Conséquences des appels téléphoniques Dates 685-141
Une analyse des études médiatiques menées sur ces téléphones montre que le jour du meurtre, le 26 août 2025, les seuls appels passés par l'abonné 685 étaient environ vingt avec l'abonné 141, tous des appels sortants de l'abonné 685 vers l'abonné 141, et respectivement, les seuls appels passés par l'abonné 141 ce jour-là étaient ceux entrants de l'abonné 685 [P/73 - DCOs complets, P/83 - rapport d'analyses basé sur le DCO]. Le premier appel a eu lieu à 6h56 et le dernier à 12h57. Ce sont également les conversations sur la base desquelles l'avis de l'expert en localisation a été mené.

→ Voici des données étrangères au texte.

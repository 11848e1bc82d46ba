import { ChangeDetectionStrategy, Component } from '@angular/core';
import { PERMISSIONS, roleMay, ROLES } from '@riseback/contracts';
import { PERMISSION_HEADS, roleName } from './role-words';

/** What each role may do, from the very table that the server decides by. */
@Component({
  selector: 'app-role-table',
  changeDetection: ChangeDetectionStrategy.OnPush,
  template: `
    <div class="scroll" tabindex="0" role="region" aria-label="Table of roles">
      <table>
        <thead>
          <tr>
            <th scope="col">Role</th>
            @for (head of heads; track head) {
              <th scope="col">{{ head }}</th>
            }
          </tr>
        </thead>
        <tbody>
          @for (row of rows; track row.name) {
            <tr>
              <th scope="row">{{ row.name }}</th>
              @for (may of row.may; track $index) {
                <td>
                  @if (may) {
                    <svg viewBox="0 0 14 14" width="14" height="14" aria-hidden="true" focusable="false">
                      <path d="m2.5 7.4 3 3 6-7" />
                    </svg>
                    <span class="rb-visually-hidden">yes</span>
                  } @else {
                    <span class="no">no</span>
                  }
                </td>
              }
            </tr>
          }
        </tbody>
      </table>
    </div>
    <p>Nobody signs a revision that they edited or submitted themselves, whatever their role.</p>
  `,
  styleUrl: './role-table.scss',
})
export class RoleTable {
  protected readonly heads = PERMISSIONS.map((permission) => PERMISSION_HEADS[permission]);
  protected readonly rows = ROLES.map((role) => ({
    name: roleName(role),
    may: PERMISSIONS.map((permission) => roleMay(role, permission)),
  }));
}
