import type { Position } from '@riseback/network';

/** What of a pipe is taken hold of. */
export type PipeGrip =
  | { readonly kind: 'corner'; readonly index: number }
  /** A straight piece, which moves across itself; from `split` on where that is given, which makes two new bends. */
  | { readonly kind: 'piece'; readonly index: number; readonly split: Position | null };

/**
 * A line with one of its grips moved. Every piece stays level or upright: what adjoins follows in one coordinate, and where a pipe's end
 * would have to follow it stays and the line gets a corner there instead.
 * @param points the whole line, ends included; a corner's index counts from the first corner
 */
export function reshaped(points: readonly Position[], grip: PipeGrip, dx: number, dy: number): Position[] {
  return tidied(
    grip.kind === 'corner'
      ? cornerMoved(points, grip.index + 1, dx, dy)
      : pieceMoved(points, grip.index, grip.split, dx, dy),
  );
}

/**
 * A line without one of its corners, as short of others as it can be then; the same line when it cannot do without it.
 * @param rejoin joins points with right angles, as the pipe is drawn
 */
export function withoutCorner(
  points: readonly Position[],
  index: number,
  rejoin: (points: readonly Position[]) => readonly Position[],
): readonly Position[] {
  const without = (...dropped: number[]) => tidied(rejoin(points.filter((_, i) => !dropped.includes(i))));
  const corner = index + 1;
  const last = points.length - 1;
  const candidates = [
    without(corner),
    ...(corner + 1 < last ? [without(corner, corner + 1)] : []),
    ...(corner - 1 > 0 ? [without(corner - 1, corner)] : []),
    tidied(rejoin(points.filter((_, i) => i === 0 || i === last))),
  ];
  return candidates.find((line) => line.length < points.length) ?? points;
}

/** Without points that repeat the one before, and without those that a straight run passes through. */
export function tidied(points: readonly Position[]): Position[] {
  const line: Position[] = [];
  for (const point of points) {
    const last = line.at(-1);
    if (last !== undefined && last.x === point.x && last.y === point.y) continue;
    const before = line.at(-2);
    if (before !== undefined && last !== undefined && inLine(before, last, point)) line.pop();
    line.push(point);
  }
  return line;
}

/** Of some coordinates the nearest within reach, so that a piece that is dragged nearly into line comes into line. */
export function nearestWithin(value: number, coordinates: readonly number[], reach: number): number | undefined {
  let best: number | undefined;
  for (const coordinate of coordinates) {
    const off = Math.abs(coordinate - value);
    if (off <= reach && (best === undefined || off < Math.abs(best - value))) best = coordinate;
  }
  return best;
}

function cornerMoved(points: readonly Position[], at: number, dx: number, dy: number): Position[] {
  const corner = points[at];
  const [before, after] = [points[at - 1], points[at + 1]];
  if (corner === undefined || before === undefined || after === undefined) return [...points];
  const moved = { x: corner.x + dx, y: corner.y + dy };
  return [
    ...points.slice(0, at - 1),
    ...follows(before, corner, moved, at - 1 === 0),
    moved,
    ...follows(after, corner, moved, at + 1 === points.length - 1).toReversed(),
    ...points.slice(at + 2),
  ];
}

/** The neighbour of a moved corner in its new place; an end stays where it is and is joined by a corner of its own. */
function follows(neighbour: Position, corner: Position, moved: Position, isEnd: boolean): Position[] {
  const there = neighbour.y === corner.y ? { x: neighbour.x, y: moved.y } : { x: moved.x, y: neighbour.y };
  return isEnd ? [neighbour, there] : [there];
}

function pieceMoved(
  points: readonly Position[],
  index: number,
  split: Position | null,
  dx: number,
  dy: number,
): Position[] {
  const [a, b] = [points[index], points[index + 1]];
  if (a === undefined || b === undefined) return [...points];
  const level = a.y === b.y;
  const across = ({ x, y }: Position): Position => (level ? { x, y: y + dy } : { x: x + dx, y });
  const along = ({ x, y }: Position): Position => (level ? { x: x + dx, y } : { x, y: y + dy });
  const head = points.slice(0, index);
  const tail = points.slice(index + 2);
  const cut = split === null ? null : along(split);
  const start = cut === null ? (index === 0 ? [a, across(a)] : [across(a)]) : [a, cut, across(cut)];
  const end = tail.length === 0 ? [across(b), b] : [across(b)];
  return [...head, ...start, ...end, ...tail];
}

function inLine(a: Position, b: Position, c: Position): boolean {
  return (a.x === b.x && b.x === c.x) || (a.y === b.y && b.y === c.y);
}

Comme expliqué ci-dessus, la correspondance des emplacements aux itinéraires de conduite des Mitsubishi et Toyota, ainsi que l'exclusion de l'implication et de l'adaptation d'autres véhicules, suffit à déterminer avec une certitude absolue que l'abonnement 141 a été utilisé par les occupants Toyota, tandis que l'abonnement 685 était détenu dans la Mitsubishi, et néanmoins je suggérerais un ancrage et un renforcement supplémentaires, en observant certaines dates des conversations et les événements qui s'y sont déroulés. Par exemple, l'appel téléphonique à 8h05 correspond à l'heure à laquelle la Mitsubishi est passée devant le lieu de travail du défunt, et les occupants de la voiture ont probablement remarqué la voiture du défunt garée là, ont réalisé qu'il ne serait pas possible de circuler dans les prochaines heures, ont signalé cela à leurs partenaires chez Toyota, et ont donc été suspendues jusqu'à midi. Plus tard, à 12h23, l'abonné 685 appelle à nouveau le 141, juste après que le défunt ait quitté son lieu de travail en direction de Lod, et après ce même appel, la Toyota quitte la direction du domaine familial et passe par la station-service à 12h28, en route pour rejoindre le trajet en direction du défunt. Ces chiffres conduisent nécessairement à la conclusion que l'abonné 685 de Mitsubishi à l'abonné 141 chez Toyota a signalé le départ du défunt du travail et la nécessité pour la Toyota de quitter le point d'attente où elle se trouvait depuis le matin, afin de finaliser le plan commun. Pour compléter ces exemples, je vais aborder le fait que la dernière conversation entre les deux téléphones a eu lieu à 12h57, au même moment où la Toyota a été incendiée et que ses occupants ont été transférés chez Mitsubishi, et à partir de ce moment, il n'y a plus aucun intérêt ni besoin de conversations supplémentaires.